--- Work order ---
Set down the full listing exactly, character for character.

--- Exercise inputs ---
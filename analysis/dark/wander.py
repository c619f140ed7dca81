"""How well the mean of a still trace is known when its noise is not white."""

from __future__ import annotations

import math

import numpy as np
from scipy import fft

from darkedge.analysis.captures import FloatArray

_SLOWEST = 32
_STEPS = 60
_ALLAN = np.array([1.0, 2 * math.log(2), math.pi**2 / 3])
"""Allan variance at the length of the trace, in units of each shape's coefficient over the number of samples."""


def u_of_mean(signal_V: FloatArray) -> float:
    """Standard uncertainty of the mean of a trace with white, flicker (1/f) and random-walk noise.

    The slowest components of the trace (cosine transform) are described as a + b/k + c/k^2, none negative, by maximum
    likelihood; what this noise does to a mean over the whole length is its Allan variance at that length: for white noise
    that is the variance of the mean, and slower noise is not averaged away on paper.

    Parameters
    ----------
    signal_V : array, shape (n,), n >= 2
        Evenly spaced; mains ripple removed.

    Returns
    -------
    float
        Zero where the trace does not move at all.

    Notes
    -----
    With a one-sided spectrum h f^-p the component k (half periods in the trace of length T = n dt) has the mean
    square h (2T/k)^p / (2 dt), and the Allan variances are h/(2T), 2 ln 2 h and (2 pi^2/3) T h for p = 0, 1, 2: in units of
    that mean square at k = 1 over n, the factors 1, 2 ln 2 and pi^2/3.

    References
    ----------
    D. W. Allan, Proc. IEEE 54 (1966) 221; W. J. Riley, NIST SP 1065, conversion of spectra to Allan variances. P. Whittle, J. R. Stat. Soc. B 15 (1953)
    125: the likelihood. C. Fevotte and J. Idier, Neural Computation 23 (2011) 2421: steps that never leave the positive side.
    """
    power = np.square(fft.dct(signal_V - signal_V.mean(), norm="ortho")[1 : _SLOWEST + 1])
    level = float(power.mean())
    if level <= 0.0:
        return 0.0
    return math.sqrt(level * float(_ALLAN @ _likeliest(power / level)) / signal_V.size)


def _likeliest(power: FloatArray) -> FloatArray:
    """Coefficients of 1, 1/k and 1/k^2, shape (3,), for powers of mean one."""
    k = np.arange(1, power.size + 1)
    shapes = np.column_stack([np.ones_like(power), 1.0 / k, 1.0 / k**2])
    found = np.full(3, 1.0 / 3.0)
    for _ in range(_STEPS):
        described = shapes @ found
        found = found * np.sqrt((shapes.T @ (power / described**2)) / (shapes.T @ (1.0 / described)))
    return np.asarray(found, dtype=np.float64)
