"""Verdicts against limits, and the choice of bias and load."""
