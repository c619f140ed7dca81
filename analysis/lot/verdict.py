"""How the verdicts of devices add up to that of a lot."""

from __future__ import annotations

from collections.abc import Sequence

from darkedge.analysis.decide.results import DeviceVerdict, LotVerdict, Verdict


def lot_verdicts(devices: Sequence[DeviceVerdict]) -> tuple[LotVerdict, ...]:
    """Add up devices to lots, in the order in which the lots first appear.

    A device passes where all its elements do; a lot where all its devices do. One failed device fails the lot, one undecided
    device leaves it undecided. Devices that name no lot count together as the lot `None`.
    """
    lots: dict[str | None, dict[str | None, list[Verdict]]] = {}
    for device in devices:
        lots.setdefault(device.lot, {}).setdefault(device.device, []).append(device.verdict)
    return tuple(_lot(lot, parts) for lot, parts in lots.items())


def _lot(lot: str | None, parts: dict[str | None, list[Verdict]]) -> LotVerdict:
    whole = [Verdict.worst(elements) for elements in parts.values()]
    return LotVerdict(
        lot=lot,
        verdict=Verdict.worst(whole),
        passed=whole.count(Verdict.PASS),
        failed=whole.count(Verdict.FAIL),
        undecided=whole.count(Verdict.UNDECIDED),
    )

--- Output ---
filename analysis/dark/wander.py
repository c619f140ed7dca81
"""How well the mean of a still trace is known when its noise is not white."""

from __future__ import annotations

import math

import numpy as np
from scipy import fft

from darkedge.analysis.captures import FloatArray

_SLOWEST = 32
_STEPS = 60
_ALLAN = np.array([1.0, 2 * math.log(2), math.pi**2 / 3])
"""Allan variance at the length of the trace, in units of each shape's coefficient over the number of samples."""


def u_of_mean(signal_V: FloatArray) -> float:
    """Standard uncertainty of the mean of a trace with white, flicker (1/f) and random-walk noise.

    The slowest components of the trace (cosine transform) are described as a + b/k + c/k^2, none negative, by maximum
    likelihood; what this noise does to a mean over the whole length is its Allan variance at that length: for white noise
    that is the variance of the mean, and slower noise is not averaged away on paper.

    Parameters
    ----------
    signal_V : array, shape (n,), n >= 2
        Evenly spaced; mains ripple removed.

    Returns
    -------
    float
        Zero where the trace does not move at all.

    Notes
    -----
    With a one-sided spectrum h f^-p the component k (half periods in the trace of length T = n dt) has the mean
    square h (2T/k)^p / (2 dt), and the Allan variances are h/(2T), 2 ln 2 h and (2 pi^2/3) T h for p = 0, 1, 2: in units of
    that mean square at k = 1 over n, the factors 1, 2 ln 2 and pi^2/3.

    References
    ----------
    D. W. Allan, Proc. IEEE 54 (1966) 221; W. J. Riley, NIST SP 1065, conversion of spectra to Allan variances. P. Whittle, J. R. Stat. Soc. B 15 (1953)
    125: the likelihood. C. Fevotte and J. Idier, Neural Computation 23 (2011) 2421: steps that never leave the positive side.
    """
    power = np.square(fft.dct(signal_V - signal_V.mean(), norm="ortho")[1 : _SLOWEST + 1])
    level = float(power.mean())
    if level <= 0.0:
        return 0.0
    return math.sqrt(level * float(_ALLAN @ _likeliest(power / level)) / signal_V.size)


def _likeliest(power: FloatArray) -> FloatArray:
    """Coefficients of 1, 1/k and 1/k^2, shape (3,), for powers of mean one."""
    k = np.arange(1, power.size + 1)
    shapes = np.column_stack([np.ones_like(power), 1.0 / k, 1.0 / k**2])
    found = np.full(3, 1.0 / 3.0)
    for _ in range(_STEPS):
        described = shapes @ found
        found = found * np.sqrt((shapes.T @ (power / described**2)) / (shapes.T @ (1.0 / described)))
    return np.asarray(found, dtype=np.float64)
"""Verdicts against limits, and the choice of bias and load."""
repository c619f140ed7dca81
filename analysis/lot/verdict.py
"""How the verdicts of devices add up to that of a lot."""

from __future__ import annotations

from collections.abc import Sequence

from darkedge.analysis.decide.results import DeviceVerdict, LotVerdict, Verdict


def lot_verdicts(devices: Sequence[DeviceVerdict]) -> tuple[LotVerdict, ...]:
    """Add up devices to lots, in the order in which the lots first appear.

    A device passes where all its elements do; a lot where all its devices do. One failed device fails the lot, one undecided
    device leaves it undecided. Devices that name no lot count together as the lot `None`.
    """
    lots: dict[str | None, dict[str | None, list[Verdict]]] = {}
    for device in devices:
        lots.setdefault(device.lot, {}).setdefault(device.device, []).append(device.verdict)
    return tuple(_lot(lot, parts) for lot, parts in lots.items())


def _lot(lot: str | None, parts: dict[str | None, list[Verdict]]) -> LotVerdict:
    whole = [Verdict.worst(elements) for elements in parts.values()]
    return LotVerdict(
        lot=lot,
        verdict=Verdict.worst(whole),
        passed=whole.count(Verdict.PASS),
        failed=whole.count(Verdict.FAIL),
        undecided=whole.count(Verdict.UNDECIDED),
    )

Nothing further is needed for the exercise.